# "Misunderstood" male



## anoshapakniat (Feb 5, 2015)

Hi everyone, 

I'm looking for some help when it comes to my male and getting him to stop attacking me. Sorry this is long, bear with me.

Here's a back story on him: my ex and I adopted Spike about 2 and a half years ago because I had another male who had passed away and we were worried that my female would get depressed and stop eating. We got him about 4 months after Gaspacho [my first male] died so Maryanne [my female] had some time to adjust to not having Gaspacho. We adopted Spike from a bird sanctuary. He had been in a trio but 2 out of the 3 bonded to each other, essentially leaving spike to be alone.

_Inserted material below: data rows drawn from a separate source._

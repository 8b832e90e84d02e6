import { EXIT } from '../exit.js';
import type { CliCommand } from './command.js';

export const mend: CliCommand = {
  usage: 'mend <job>',
  summary: 'Move nodes as little as possible until faces are flat and forces balance. Takes a job or a truss file.',
  examples: [
    'strutwright mend my-table/job.json                                what would move, and how far',
    'strutwright mend my-table/job.json -o my-table/truss-mended.json  and a truss file with it',
    'strutwright mend truss.json --flatness --keep A01,A02 --bound 2   flat faces alone, two nodes kept',
  ],
  define: (command) =>
    command
      .option('-o, --out <truss>', 'write the mended truss file; an existing file is never replaced')
      .option('--flatness', 'make faces flat and leave the forces alone')
      .option('--equilibrium', 'balance the forces and leave the faces alone')
      .option('--keep <nodes>', 'nodes that stay, with commas between; supports always stay')
      .option('--bound <mm>', 'refuse where a node would move farther, mm as built; otherwise 0.5')
      .option('--keep-forces', 'move nodes alone: every force stays as given')
      .option(
        '--force-bound <share>',
        'refuse where a force would change by more than this share of the largest; otherwise 0.01',
      )
      .option('--json', 'print the movements as JSON on stdout'),
  async run({ arguments: [path], options, terminal }) {
    const wrong = wrongOptions(options);
    if (wrong.length > 0) {
      for (const line of wrong) terminal.talk(`strutwright: ${line}\n`);
      return EXIT.refused;
    }
    // Loaded when asked for, so that help and wrong use answer at once.
    const [{ mendReport }, { FileFault }, { writeOne }, { mendFile }, { sayMending }] = await Promise.all([
      import('../../documents/mend-json.js'),
      import('../../machine/file-fault.js'),
      import('../../machine/write-one.js'),
      import('../../pipeline/mend.js'),
      import('../terminal/say-mending.js'),
    ]);
    const number = (key: string): number | undefined => (options[key] === undefined ? undefined : Number(options[key]));
    const [bound, forceBound] = [number('bound'), number('forceBound')];
    const outcome = await mendFile(path!, {
      ...(options['flatness'] ? { what: 'flatness' as const } : {}),
      ...(options['equilibrium'] ? { what: 'equilibrium' as const } : {}),
      ...(options['keepForces'] ? { forceChange: 'keep' as const } : {}),
      ...(bound === undefined ? {} : { bound }),
      ...(forceBound === undefined ? {} : { forceBound }),
      keep: typeof options['keep'] === 'string' ? options['keep'].split(',').map((mark) => mark.trim()) : [],
    });
    if ('faults' in outcome) {
      for (const fault of outcome.faults) terminal.talk(`${fault}\n`);
      return EXIT.refused;
    }
    const out = options['out'];
    try {
      if (typeof out === 'string' && outcome.text !== null) await writeOne(out, outcome.text);
    } catch (error) {
      if (!(error instanceof FileFault)) throw error;
      terminal.talk(`${error.message}\n`);
      return EXIT.refused;
    }
    terminal.result(
      options['json'] ? `${JSON.stringify(mendReport(outcome.mended), null, 2)}\n` : sayMending(outcome.mended),
    );
    if (typeof out === 'string') {
      terminal.talk(
        outcome.text !== null ? `Wrote ${out}; name it under "truss" in the job.\n` : 'Nothing was written.\n',
      );
    }
    return outcome.mended.done ? EXIT.clear : EXIT.flagged;
  },
};

function wrongOptions(options: Readonly<Record<string, unknown>>): string[] {
  const number = (key: string, flag: string, what: string): string[] => {
    const value = options[key];
    if (value === undefined) return [];
    const fine = String(value).trim() !== '' && Number.isFinite(Number(value)) && Number(value) > 0;
    return fine ? [] : [`${flag} is "${value}": give ${what} above 0`];
  };
  return [
    ...number('bound', '--bound', 'a length in mm'),
    ...number('forceBound', '--force-bound', 'a share'),
    ...(options['flatness'] && options['equilibrium']
      ? ['--flatness and --equilibrium stand together: give one, or neither for both']
      : []),
  ];
}
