import { EXIT } from '../exit.js';
import { painter } from '../terminal/paint.js';
import type { CliCommand } from './command.js';

export const check: CliCommand = {
  usage: 'check <job>',
  summary: 'Check a job: balance, flatness, lengths, strength. Writes no file.',
  examples: [
    'strutwright check my-table/job.json            what is wrong, in words',
    'strutwright check my-table/job.json --json     the same as data, for a script',
  ],
  define: (command) => command.option('--json', 'print the check as JSON on stdout'),
  async run({ arguments: [path], options, terminal }) {
    // Loaded when asked for, so that help and wrong use answer at once.
    const [{ checkReport }, { assess }, { loadJob }, { sayAssessment }] = await Promise.all([
      import('../../documents/check-json.js'),
      import('../../pipeline/assess.js'),
      import('../../pipeline/load.js'),
      import('../terminal/say-assessment.js'),
    ]);
    const result = await loadJob(path!);
    if ('faults' in result) {
      for (const fault of result.faults) terminal.talk(`${fault}\n`);
      return EXIT.refused;
    }
    const assessment = assess(result.loaded.truss, result.loaded.job);
    terminal.result(
      options['json']
        ? `${JSON.stringify(checkReport(assessment), null, 2)}\n`
        : sayAssessment(assessment, painter(terminal.colour)),
    );
    return assessment.status === 'clear' ? EXIT.clear : EXIT.flagged;
  },
};
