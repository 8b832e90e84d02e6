import { EXIT } from '../exit.js';
import { painter } from '../terminal/paint.js';
import { sayComparison } from '../terminal/say-comparison.js';
import type { CliCommand } from './command.js';

export const compare: CliCommand = {
  usage: 'compare <old> <new>',
  summary: 'Compare two packs: which parts are unchanged, relabelled, changed, new, withdrawn.',
  examples: [
    'strutwright compare pack-A pack-B          what must be made again, in words',
    'strutwright compare pack-A pack-B --json   the same as data, for a script',
  ],
  define: (command) => command.option('--json', 'print the comparison as JSON on stdout'),
  async run({ arguments: [before, after], options, terminal }) {
    const [{ comparePacks }, { readPack }] = await Promise.all([
      import('../../pipeline/compare.js'),
      import('../../pipeline/read-pack.js'),
    ]);
    const [old, now] = [await readPack(before!), await readPack(after!)];
    const faults = [old, now].flatMap((read) => ('faults' in read ? read.faults : []));
    if ('faults' in old || 'faults' in now) {
      for (const fault of faults) terminal.talk(`${fault}\n`);
      return EXIT.refused;
    }
    const comparison = await comparePacks(old.pack, now.pack);
    terminal.result(
      options['json']
        ? `${JSON.stringify(comparison, null, 2)}\n`
        : sayComparison(comparison, painter(terminal.colour)),
    );
    return EXIT.clear;
  },
};
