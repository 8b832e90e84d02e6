import { asBuilt } from './as-built.js';
import { catalogue } from './catalogue.js';
import { check } from './check.js';
import type { CliCommand } from './command.js';
import { compare } from './compare.js';
import { convert } from './convert.js';
import { exportTruss } from './export.js';
import { gauge } from './gauge.js';
import { make } from './make.js';
import { mend } from './mend.js';
import { nest } from './nest.js';
import { newJob } from './new.js';
import { size } from './size.js';
import { stock } from './stock.js';

/** The commands, in the order of the help. */
export const commands: readonly CliCommand[] = [
  newJob,
  make,
  check,
  gauge,
  nest,
  size,
  catalogue,
  mend,
  compare,
  asBuilt,
  convert,
  exportTruss,
  stock,
];
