import fc from 'fast-check';

/** What breaks parsers: extremes, names of the language itself, text that is markup, formula, path or not printable. */
const NASTY = [
  '0',
  '-0',
  '1e308',
  '-1e308',
  '1e-320',
  '1e999',
  'NaN',
  '9007199254740993',
  '-1',
  '0.1',
  '__proto__',
  'constructor',
  'toString',
  'hasOwnProperty',
  'null',
  'true',
  '[]',
  '{}',
  '""',
  '"',
  "'",
  '\\',
  '\\u0000',
  '\\ud800',
  ',',
  ';',
  ':',
  '/*',
  '//',
  '=HYPERLINK("x")',
  '+1',
  '@x',
  '<script>alert(1)</script>',
  ']]>',
  '../../etc/passwd',
  'CON',
  '\u202eabc',
  '\u0000',
  '\u0007',
  '\ufeff',
  '\u2028',
  '\r',
  '\n',
  '\t',
  '😀',
  'é',
  'x'.repeat(300),
  '['.repeat(100),
  '1'.repeat(400),
];

/** A file with one to six things done to it: a piece cut, doubled, moved, swapped for something nasty; a digit changed. */
export const mutated = (source: string): fc.Arbitrary<string> => {
  const place = fc.nat({ max: source.length });
  const edit = fc.oneof(
    fc.record({ kind: fc.constant('cut' as const), at: place, length: fc.integer({ min: 1, max: 40 }) }),
    fc.record({ kind: fc.constant('double' as const), at: place, length: fc.integer({ min: 1, max: 200 }), to: place }),
    fc.record({ kind: fc.constant('insert' as const), at: place, text: fc.constantFrom(...NASTY) }),
    fc.record({ kind: fc.constant('token' as const), pick: fc.nat(), text: fc.constantFrom(...NASTY) }),
    fc.record({ kind: fc.constant('number' as const), pick: fc.nat(), text: fc.constantFrom(...NASTY.slice(0, 10)) }),
    fc.record({ kind: fc.constant('end' as const), at: place }),
  );
  return fc.array(edit, { minLength: 1, maxLength: 6 }).map((edits) => {
    let text = source;
    for (const e of edits) {
      if (e.kind === 'cut') text = text.slice(0, e.at) + text.slice(e.at + e.length);
      if (e.kind === 'double') text = text.slice(0, e.to) + text.slice(e.at, e.at + e.length) + text.slice(e.to);
      if (e.kind === 'insert') text = text.slice(0, e.at) + e.text + text.slice(e.at);
      if (e.kind === 'end') text = text.slice(0, Math.max(1, e.at));
      if (e.kind === 'token') text = replaceNth(text, /"[^"\n]*"|[A-Za-z_]+/g, e.pick, e.text);
      if (e.kind === 'number') text = replaceNth(text, /-?\d+(\.\d+)?/g, e.pick, e.text);
    }
    return text;
  });
};

function replaceNth(text: string, pattern: RegExp, pick: number, by: string): string {
  const found = [...text.matchAll(pattern)];
  const match = found[pick % Math.max(1, found.length)];
  return match ? text.slice(0, match.index) + by + text.slice(match.index + match[0].length) : text;
}

/** Runs of each property: 500 in every test run, more where the environment asks for a longer campaign. */
export const RUNS = Number(process.env.FUZZ_RUNS ?? 500);
/** The same files in every run, other ones where the environment gives another seed. */
export const SEED = Number(process.env.FUZZ_SEED ?? 20261201);
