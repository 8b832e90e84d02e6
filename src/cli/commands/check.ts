import { checkReport } from '../../documents/check-json.js';
import { assess } from '../../pipeline/assess.js';
import { loadJob } from '../../pipeline/load.js';
import { EXIT } from '../exit.js';
import { painter } from '../terminal/paint.js';
import { sayAssessment } from '../terminal/say-assessment.js';
import type { CliCommand } from './command.js';

export const check: CliCommand = {
  usage: 'check <job>',
  summary: 'Check a job: balance, flatness, lengths, strength. Writes no file.',
  examples: [
    'strutwright check my-table/job.json            what is wrong, in words',
    'strutwright check my-table/job.json --json     the same as data, for a script',
  ],
  define: (command) => command.option('--json', 'print the check as JSON on stdout'),
  async run({ arguments: [path], options, terminal }) {
    const result = await loadJob(path!);
    if ('faults' in result) {
      for (const fault of result.faults) terminal.talk(`${fault}\n`);
      return EXIT.refused;
    }
    const assessment = assess(result.loaded.truss, result.loaded.job);
    terminal.result(
      options['json']
        ? `${JSON.stringify(checkReport(assessment), null, 2)}\n`
        : sayAssessment(assessment, painter(terminal.colour)),
    );
    return assessment.status === 'clear' ? EXIT.clear : EXIT.flagged;
  },
};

Seeing as the sanctuary had many larger birds, Spike didn't get as much attention so he wasn't as hand trained as we were hoping when we got him.

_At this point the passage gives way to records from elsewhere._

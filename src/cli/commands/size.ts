import { EXIT } from '../exit.js';
import type { CliCommand } from './command.js';

export const size: CliCommand = {
  usage: 'size <job>',
  summary: "Choose the lightest of the job's struts.sizes for every strut or group that passes.",
  examples: [
    'strutwright size my-table/job.json                               what would change, and what it weighs',
    'strutwright size my-table/job.json -o my-table/truss-sized.json  and a truss file with the sections in it',
    'strutwright size my-table/job.json --json                        the same as data, for a script',
  ],
  define: (command) =>
    command
      .option('-o, --out <truss>', 'write the truss file with the chosen sections; an existing file is never replaced')
      .option('--json', 'print the choices as JSON on stdout'),
  async run({ arguments: [path], options, terminal }) {
    // Loaded when asked for, so that help and wrong use answer at once.
    const [
      { sizingReport },
      { withSections },
      { FileFault },
      { readText },
      { join },
      { writeOne },
      { LIMITS },
      { loadJob },
      { sizeJob },
      { saySizing },
    ] = await Promise.all([
      import('../../documents/sizing-json.js'),
      import('../../documents/truss/with-sections.js'),
      import('../../machine/file-fault.js'),
      import('../../machine/files.js'),
      import('../../machine/paths.js'),
      import('../../machine/write-one.js'),
      import('../../model/limits.js'),
      import('../../pipeline/load.js'),
      import('../../pipeline/size-job.js'),
      import('../terminal/say-sizing.js'),
    ]);
    const result = await loadJob(path!);
    if ('faults' in result) {
      for (const fault of result.faults) terminal.talk(`${fault}\n`);
      return EXIT.refused;
    }
    const { truss, job, folder } = result.loaded;
    const sizing = await sizeJob(truss, job);
    const out = options['out'];
    try {
      if (typeof out === 'string' && sizing.choices.length > 0) {
        const text = await readText(join(folder, job.truss), 4 * LIMITS.fileCharacters);
        await writeOne(
          out,
          withSections(
            text,
            sizing.truss.members.map((m) => m.section!),
          ),
        );
      }
    } catch (error) {
      if (!(error instanceof FileFault)) throw error;
      terminal.talk(`${error.message}\n`);
      return EXIT.refused;
    }
    terminal.result(options['json'] ? `${JSON.stringify(sizingReport(sizing), null, 2)}\n` : saySizing(sizing));
    if (typeof out === 'string' && sizing.choices.length > 0)
      terminal.talk(`Wrote ${out}; name it under "truss" in the job.\n`);
    return sizing.findings.some((f) => f.level !== 'note') ? EXIT.flagged : EXIT.clear;
  },
};
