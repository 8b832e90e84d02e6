import { EXIT } from '../exit.js';
import type { CliCommand } from './command.js';

/** `export` is a word of the language, so this command's name differs from its file's. */
export const exportTruss: CliCommand = {
  usage: 'export <job>',
  summary: 'Write the truss (.ifc, .dxf, .obj, .json) and its results (.csv) for other programs.',
  examples: [
    'strutwright export my-table -o truss.ifc    struts, panels and nodes as IFC4, marks as tags',
    'strutwright export my-table -o truss.dxf    lines, faces and marks on layers',
    'strutwright export my-table -o truss.obj    lines and faces as named objects',
    'strutwright export my-table -o forces.csv   the force of every strut in every load case; also',
    '                                            displacements.csv, reactions.csv, findings.csv',
    'strutwright export my-table -o exchange     all of them in one folder',
  ],
  define: (command) =>
    command
      .requiredOption('-o, --out <path>', 'the file to write, its ending says the format; or a folder for all of them')
      .option('-f, --force', 'replace files that are there'),
  async run({ arguments: [path], options, terminal }) {
    const { exportJob } = await import('../../pipeline/export.js');
    const out = String(options['out']);
    const outcome = await exportJob(path!, out, options['force'] === true);
    if ('faults' in outcome) {
      for (const fault of outcome.faults) terminal.talk(`${fault}\n`);
      return EXIT.refused;
    }
    terminal.talk(`Wrote ${outcome.written.join(', ')}.\n`);
    return EXIT.clear;
  },
};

From the beginning, he was weary of us and would always nip at your hand if you were tried to pick him up. Not hard but just as a warning I guess. When we brought him home and the minute he saw Maryanne he fell in love with her  Literally. It was adorable haha anyways, he ended up bonding a bit more with my ex. We eventually broke up but we'd still swap the birds so they can still spend time with him. I'm not heartless and I know how much Spike adored my ex. 

So the problem I've been having is ever since we broke up, Spike has gradually gotten more and more mean. At first I figured it was because he missed my ex but I've started to realize it's because Maryanne is Bonded to me while Spike is very much so bonded to her. It's to the point where I can't walk passed the cage without him trying to bite me hard. Hard enough to draw blood EVERY time. He bites other people but he bites me the hardest and i don't know what to do. 

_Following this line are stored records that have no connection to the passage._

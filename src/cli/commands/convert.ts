import { LENGTH_UNITS, type LengthUnit } from '../../model/units.js';
import { EXIT } from '../exit.js';
import type { CliCommand } from './command.js';

export const convert: CliCommand = {
  usage: 'convert <file>',
  summary: 'Make a truss file of a drawing (.dxf), a mesh (.obj, .ply) or tables (.csv).',
  examples: [
    'strutwright convert frame.dxf -o my-table/truss.json                       lines and faces of a drawing',
    'strutwright convert frame.obj -o truss.json --unit m --up y --find-faces   and the faces between its lines',
    'strutwright convert frame-B.dxf -o my-table/truss.json --force             a new state of it: parts keep their marks',
    'strutwright convert nodes.csv --members struts.csv --unit mm --up z -o truss.json',
  ],
  define: (command) =>
    command
      .requiredOption('-o, --out <truss>', 'the truss file to write; job.marks.json beside it keeps the marks')
      .option('--unit <unit>', `unit of the file: ${LENGTH_UNITS.join(', ')}; asked for where the file does not say`)
      .option('--up <axis>', 'the axis that points up: y or z; asked for where the file does not say')
      .option('--merge <mm>', 'join ends no farther apart than this; otherwise a millionth of the size')
      .option('--split', 'make nodes where struts cross, and split struts at nodes on them')
      .option('--find-faces', 'find faces as planar minimal cycles where the file has none')
      .option('--panels', 'make every face a panel')
      .option('--members <csv>', 'struts by node names, beside a table of nodes')
      .option('--forces <csv>', 'forces by node pair: from, to, force')
      .option('-f, --force', 'replace a truss file that is there; its supports, loads and cells are not kept')
      .option('--json', 'print the report as JSON on stdout'),
  async run({ arguments: [file], options, terminal }) {
    const wrong = wrongOptions(options);
    if (wrong.length > 0) {
      for (const line of wrong) terminal.talk(`strutwright: ${line}\n`);
      return EXIT.refused;
    }
    const [{ convertFile }, { sayConversion }] = await Promise.all([
      import('../../pipeline/convert.js'),
      import('../terminal/say-conversion.js'),
    ]);
    const text = (key: string): string | null => (typeof options[key] === 'string' ? (options[key] as string) : null);
    const outcome = await convertFile({
      file: file!,
      members: text('members'),
      forces: text('forces'),
      out: text('out')!,
      unit: text('unit') as LengthUnit | null,
      up: text('up') as 'y' | 'z' | null,
      merge: options['merge'] === undefined ? null : Number(options['merge']),
      split: options['split'] === true,
      findFaces: options['findFaces'] === true,
      panels: options['panels'] === true,
      replace: options['force'] === true,
    });
    if ('faults' in outcome) {
      for (const fault of outcome.faults) terminal.talk(`${fault}\n`);
      return EXIT.refused;
    }
    const { report } = outcome.converted;
    if (options['json']) terminal.result(`${JSON.stringify(report, null, 2)}\n`);
    else terminal.result(sayConversion(report));
    if (outcome.fileUnit && outcome.fileUnit !== outcome.unit)
      terminal.talk(`${file} says ${outcome.fileUnit}; it was read as ${outcome.unit}, as --unit asks.\n`);
    terminal.talk(`Wrote ${text('out')} and ${outcome.marks}.\n`);
    return EXIT.clear;
  },
};

function wrongOptions(options: Readonly<Record<string, unknown>>): string[] {
  const { unit, up, merge } = options;
  return [
    ...(unit === undefined || LENGTH_UNITS.includes(unit as LengthUnit)
      ? []
      : [`--unit is "${unit}": give one of ${LENGTH_UNITS.join(', ')}`]),
    ...(up === undefined || up === 'y' || up === 'z' ? [] : [`--up is "${up}": give y or z`]),
    ...(merge === undefined || (String(merge).trim() !== '' && Number(merge) >= 0 && Number.isFinite(Number(merge)))
      ? []
      : [`--merge is "${merge}": give a length in mm, 0 or more`]),
  ];
}
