import type { CliCommand } from './command.js';

/** The commands, in the order of the help. */
export const commands: readonly CliCommand[] = [];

I've tried putting them in separate cages to try and get some space between them but then Spike only becomes concerned with what Maryanne is doing and will scream for her nonstop if they're in separate rooms. But if I leave them together, he follows so close to her and tries to regulate what she's doing, that it leads to her getting annoyed and them fighting. 

I want to have a relationship with him and I want him to have a healthy relationship with Maryanne. I don't want Maryanne to live her life and feel as though she's stuck with another bird that she can't stand and I also don't want Spike to feel that I favor her. The most advice I got from a different bird expert was, "he's basically an angsty teenager with a hard on who likes boys and will never like you." -_- so I'm hoping to get more help than that. 

Again, Sorry this is so long. Any help would be appreciated. Thank you! 

-Anosha


----------



## vampiric_conure (Jul 8, 2012)

What a tough situation! I apologize if you've already tried the following - Have you tried keeping them in separate cages but keeping their cages together in the same room so they can see each other? Might help with the screaming. 


Here's hoping that someone will have something more constructive to suggest, LOL.


----------



## Kiwi (May 12, 2013)

Have you tried playing with both at the same time or having them both out near you? Then they both have someone they are comfortable with and everyone might be able to tolerate each other better. Maybe a big millet sprig to make everyone happy when they are out?

VC has a really good one, it is suggested in hormonal birds to be in separate cages but near each other so they can see the other. Like a foot away or so is ok. It might also help Maryanne get used to him without him being glued to her. Maybe once he isn't glue she will tolerate him more.

You may also want to check out hormone reduction for Spike. I don't know if that frustration is also hormones that are making him nippy: 
http://talkcockatiels.com/showthread.php?t=32330


----------